Additionally, it is possible for a query to be executed more than once - for example, it might enter SQA, be executed for a while, then be stopped, and be queued again, and execute again, in a normal queue.

In this situation, it could be some or even all compilation occurs during the first execution in SQA, and so occurs potentially long before the second execution of the query.

Given all this, I can’t see any reliable way now to untangle compilation time from execution time.

So this column is simply the total time of every compile that has been performed, regardless of when or how it happened.

durations:execute

It used to be compiling occurred in full, prior to execution. These days, compiling occurs in-line with execution, with each stream, if it needs it, performing compilation before it begins.

What time means is that the times recorded in the system tables, which are the start of execution and the end of execution, no longer mean what they used to mean.

When compilation occurred prior to execution, the start and end execution times showed how long the query took to execute.

These days, compilation time is mixed into the execution time, so you would need to subtract the compilation time.

Unfortunately, it is also now possible for a query to be executed more than once - for example, it might enter SQA, be executed for a while, then be stopped, and be queued again, and execute again, in a normal queue.

In this situation, it could be some or even all compilation occurs during the first execution in SQA, and so occurs potentially long before the second execution of the query.

I think, although I am not yet certain, that execution time is immediately prior to the beginning of the first compilation.

As such, in the usual case, where a query executes only the once, subtracting the compile time from the execution time should give the actual execution time.

In the cases with multiple execution, of course, this will be wrong.

Right now, I simply subtract the execution start from the execution end, and that’s the execution time.

You need to remember it includes compile time.

durations:perceived

This is the time from the query entering the WLM system, until the query completes - this is how long the user waits for their query to complete.

Note that it is possible for a query - with the same query ID, no less - to run more than once.
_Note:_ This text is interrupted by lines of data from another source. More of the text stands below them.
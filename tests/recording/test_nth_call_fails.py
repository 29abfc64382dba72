"""Every call to the operating system fails once: the evidence written before survives, and nothing is raised."""

from __future__ import annotations

from pathlib import Path

import pytest

from gnssmon.chunks import Chunk
from gnssmon.clocks import ManualClock
from gnssmon.errors import RecordingError
from gnssmon.recording.recorder import Recorder
from gnssmon.sources import open_source
from tests.recording.failing_disk import FailingDisk
from tests.sources.sentences import stream

DATA = stream(6)
PIECES = [DATA[at : at + 150] for at in range(0, len(DATA), 150)]


def run(folder: Path, disk: FailingDisk) -> tuple[int, str]:
    """Record DATA in some rotated, compressed files; returns the bytes that the recorder says it kept."""
    clock = ManualClock()
    try:
        recorder = Recorder(folder, clock, source="roof", rotate_bytes=900, compress=True, disk=disk)
    except RecordingError as error:
        return 0, str(error)
    for piece in PIECES:
        recorder(Chunk(piece, clock.now()))
        clock.sleep(0.5)
    recorder.close()
    return recorder.bytes, recorder.problem


def read(folder: Path) -> bytes:
    try:
        source = open_source(str(folder), clock=ManualClock())
    except Exception:
        return b""
    return b"".join(chunk.data for chunk in source.chunks())


@pytest.mark.parametrize("how", ["full", "one error", "half a write"])
def test_nothing_kept_is_lost(tmp_path: Path, how: str) -> None:
    """Let the 1st, 2nd, 3rd … call fail, until none does: what was kept is a beginning of the stream, as long as the
    recorder said; a failure that stopped it is told, and one that did not (compressing) lost nothing."""
    failing = 0
    while True:
        failing += 1
        folder = tmp_path / str(failing)
        disk = FailingDisk(failing, lasting=how != "one error", short=how == "half a write")
        kept, problem = run(folder, disk)
        there = read(folder)
        if not disk.failed:
            break

        assert DATA.startswith(there)
        assert len(there) >= kept
        assert problem == "" or "no space left on device" in problem
        assert (kept == len(DATA)) or problem
    assert failing > 100
    assert (kept, there, problem) == (len(DATA), DATA, "")
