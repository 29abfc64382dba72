"""Numbers of satellites against sets counted epoch by epoch."""

from __future__ import annotations

import dataclasses

import numpy as np
import pytest

from gnssmon.statistics.satellites import Satellites
from gnssmon.statistics.subject import Site, Span
from tests.statistics.batches import make_batch
from tests.statistics.skies import sky_batch


def values(batch, *span) -> dict[str, float | None]:
    satellites = Satellites(Site())
    satellites.update(batch)
    return {name.removeprefix("satellites."): e.value for name, e in satellites.summary(*span).items()}


def by_hand(batch, chosen) -> dict[str, float]:
    """Means and sets with Python's own."""
    signals, used = batch.signals, batch.used
    view, heard, listed = ({k: set() for k in chosen} for _ in range(3))
    for epoch, satellite, cn0 in zip(signals.epoch, signals.satellite, signals.cn0_dbhz, strict=True):
        if epoch in view:
            view[epoch].add(int(satellite))
            if np.isfinite(cn0):
                heard[epoch].add(int(satellite))
    for epoch, satellite in zip(used.epoch, used.satellite, strict=True):
        if epoch in listed:
            listed[epoch].add(int(satellite))
    stated = [int(batch.satellites_used[k]) for k in chosen if batch.quality[k] > 0 and batch.counted[k]]
    in_view = [k for k in chosen if view[k]]
    systems = {code // 1024 for k in chosen for code in heard[k] | listed[k]}
    return {
        "used_mean": np.mean(stated),
        "used_min": min(stated),
        "used_listed_mean": np.mean([len(listed[k]) for k in chosen if listed[k]]),
        "in_view_mean": np.mean([len(view[k]) for k in in_view]),
        "tracked_mean": np.mean([len(heard[k]) for k in in_view]),
        "systems": len(systems),
    }


@pytest.fixture(scope="module")
def batch():
    """Half an hour with some epochs without a fix, without satellite sentences, or not counted."""
    n = 180
    whole = sky_batch(
        np.arange(n) * 10_000,
        hidden=lambda azimuth, elevation: elevation < 15,
        quality=np.where(np.arange(n) % 17 == 3, 0, 1),
        counted=np.arange(n) % 11 != 4,
    )
    kept = whole.signals.epoch % 5 != 2
    signals = dataclasses.replace(
        whole.signals, **{f.name: getattr(whole.signals, f.name)[kept] for f in dataclasses.fields(whole.signals)}
    )
    return dataclasses.replace(whole, signals=signals)


def test_means_and_systems(batch):
    """Over everything."""
    assert by_hand(batch, range(len(batch))) == pytest.approx(values(batch), abs=1e-12)


def test_a_window(batch):
    """Over the minutes of a window."""
    assert by_hand(batch, range(60, 120)) == pytest.approx(values(batch, Span(600_000, 1_200_000)), abs=1e-12)


def test_epochs_without_a_fix_do_not_count():
    """A zero in an epoch without a position is no smallest number; one in an epoch with a position is."""
    found = values(make_batch(np.arange(4) * 1000, quality=[1, 0, 1, 1], satellites_used=[7, 0, 5, 9]))
    assert (found["used_mean"], found["used_min"]) == (7.0, 5.0)


def test_nothing_stated():
    """A stream that never says how many are used has no number."""
    found = values(make_batch(np.arange(4) * 1000))
    assert set(found.values()) == {None}


def test_intervals():
    """A number that never changes is known exactly; one that changes has an interval around its mean."""
    n = 600
    still = Satellites(Site())
    still.update(make_batch(np.arange(n) * 1000, satellites_used=np.full(n, 12)))
    moving = Satellites(Site())
    moving.update(make_batch(np.arange(n) * 1000, satellites_used=np.random.default_rng(1).integers(8, 13, n)))

    assert still.summary()["satellites.used_mean"].interval == (12.0, 12.0)
    low, high = moving.summary()["satellites.used_mean"].interval
    assert 9.5 < low < 10.0 < high < 10.5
I suspect in this case the times in the system tables for each run of the query are for that one query, and so the perceive time for the user is actually from the first query entering WLM, to the final run of the query completing.

Right now I do nothing about this - I look at only the current query.

i/o:bytes read:disk

This column then shows the total number of bytes read from disk, as best I can judge the types indicated in stl_scan.

i/o:bytes read:network

This column then shows the total number of bytes read from network, as best I can judge the types indicated in stl_scan.

Importantly, it only counts the receive side of network activity - the step is scan, after all, not broadcast, so we’re not counting bytes twice.

i/o:rows:inserted

The number of rows inserted into the table.

For tables with all distribution, this is the physical number of rows (i.e. one per node), not the logical number of rows.

i/o:rows:deleted

The number of rows deleted from the table.

For tables with all distribution, this is the physical number of rows (i.e. one per node), not the logical number of rows.

i/o:rows:returned

The number of rows returned from the leader node to the SQL client.

i/o:bytes processed:in memory

This column then shows the total number of bytes processed by the stl_aggr, stl_hash, stl_save, stl_sort and stl_unique steps, when running in memory rather than on disk.

i/o:bytes processed:on disk

This column then shows the total number of bytes processed by the stl_aggr, stl_hash, stl_save, stl_sort and stl_unique steps, when running on disk rather than in memory.

text

The query text, truncated at the 48 character mark.